Saturday, November 6, 2004



ROOTS

Words from people

Deepti

Mrs Grundy is an extremely conventional or priggish person. This eponym comes from the character named Mrs Grundy in the play Speed the Plough by the British playwright Thomas Morton. Perhaps, the Mrs Grundy of Archie’s Riverdale is also a take-off on this one. Dolly Varden, a character known for her colourful costume in the novel Barnaby Rudge by Charles Dickens, has given her name to a colourfully spotted trout (Salvelinus malma) of North America and Eastern Asia. An efficient, faithful male aide or employee is usually called a Man Friday, after a character in Daniel Defoe’s Robinson Crusoe.

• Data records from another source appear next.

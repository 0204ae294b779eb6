"""Tests of what the figures draw for the questions a reader asks of them.

- A night's light curve: what UT hour a point was taken (a secondary axis on
  top, from the light curve's ``jd_utc``).
- The periodogram: which way the PDM statistic is better, peak notes that
  do not print over each other, which period was adopted (the refined one, or
  twice the peak's), false-alarm levels whose names can be read, and a
  frequency axis that is the searched range.
- The O − C diagram: which band a timing is from, whether its two estimates
  disagree, and whether the ephemeris fit used it.
- Every figure: no legend of a single entry (its words go to a title or
  an axis label).

Invented data only (fixed seeds).  Conventions checked are common practice in
the trade: a Julian day starts at noon UT, so 0 h UT is at JD n + 0.5 (from
memory); BJD_TDB − JD(UTC) is the TT − UTC offset (69.184 s since 2017, from
memory) plus the light time across the Earth's orbit (up to about ±500 s,
common practice), nearly constant over a night.
"""

from __future__ import annotations

import itertools

import numpy as np
import pandas as pd
import pytest
from matplotlib.backends.backend_agg import FigureCanvasAgg
from matplotlib.colors import to_hex
from matplotlib.container import ErrorbarContainer

from varstar.plots import (
    PALETTE,
    TIMING_STYLE,
    colour_figure,
    colour_magnitude_figure,
    lightcurve_figure,
    nights_figure,
    oc_figure,
    periodogram_figure,
    phased_figure,
    timings_figure,
)

OKABE_ITO = {"#000000", "#e69f00", "#56b4e9", "#009e73", "#f0e442", "#0072b2", "#d55e00", "#cc79a7"}


def night_lc(jd_start: float = 2461295.40, n: int = 40, bands=("V", "B"), with_jd_utc: bool = True,
             nights: int = 1, seed: int = 3) -> pd.DataFrame:
    """Invented nights of a star: JD(UTC) from ``jd_start`` over 0.2 d, BJD_TDB = JD(UTC) + 69.184 s + light time."""
    rng = np.random.default_rng(seed)
    rows = []
    for k in range(nights):
        for b in bands:
            jd = jd_start + 2 * k + np.sort(rng.uniform(0, 0.2, n))
            light_s = 310.0 + 2.0 * (jd - jd_start)  # seconds; drifts slowly over a night
            bjd = jd + (69.184 + light_s) / 86400.0
            mag = 13.0 + 0.3 * np.sin(2 * np.pi * bjd / 0.46173) + rng.normal(0, 0.005, n)
            for i in range(n):
                rows.append(dict(bjd_tdb=bjd[i], jd_utc=jd[i], band=b, star="V1", mag=mag[i], mag_err=0.005,
                                 night=f"2026-09-{11 + 2 * k:02d}", quality=0))
    lc = pd.DataFrame(rows).sort_values(["bjd_tdb", "band"]).reset_index(drop=True)
    return lc if with_jd_utc else lc.drop(columns="jd_utc")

When Walt Disney created Mickey Mouse, he could hardly have even imagined the range of meaning the name would one day acquire, especially in slang. The range of meaning for Mickey Mouse stretches from unimportant or trivial to irritatingly petty to intellectually unchallenging or simple. Anything that is blandly sentimental is also termed a Mickey Mouse piece. And, it is also used for popular compositions and performers or a soundtrack that accompanies the action in an unsubtle or melodramatic way suggestive of music written for cartoon films.

In television programmes where competitors figure, the judges are often called the big brothers, the idea being that they would provide guidance and suggestions to the amateur performers. George Orwell used big brother for a character in his novel Nineteen Eighty-Four and the Orwellian sense stands preserved in Big Brother, an omnipresent and seemingly benevolent figure who represents the oppressive control exerted by a state, organisation or government over individual lives. In this sense, a Big Brother could be a state, an organisation or a leader. Xanadu, a word for an idyllic, beautiful place owes its origin to Xanadu, a place in S.T. Coleridge’s poem Kubla Khan, where Coleridge writes: " In Xanadu did Kubla Khan

A stately pleasure-dome decree."

Coleridge himself borrowed the toponym of Xanadu from Xandu, the summer home of Kublai Khan. The accounts of Marco Polo’s travels to the East and his description of Kublai Khan’s kingdom created an aura of exotic luxury and grandeur around Xanadu, enticing Coleridge into writing a poem located in Xanadu.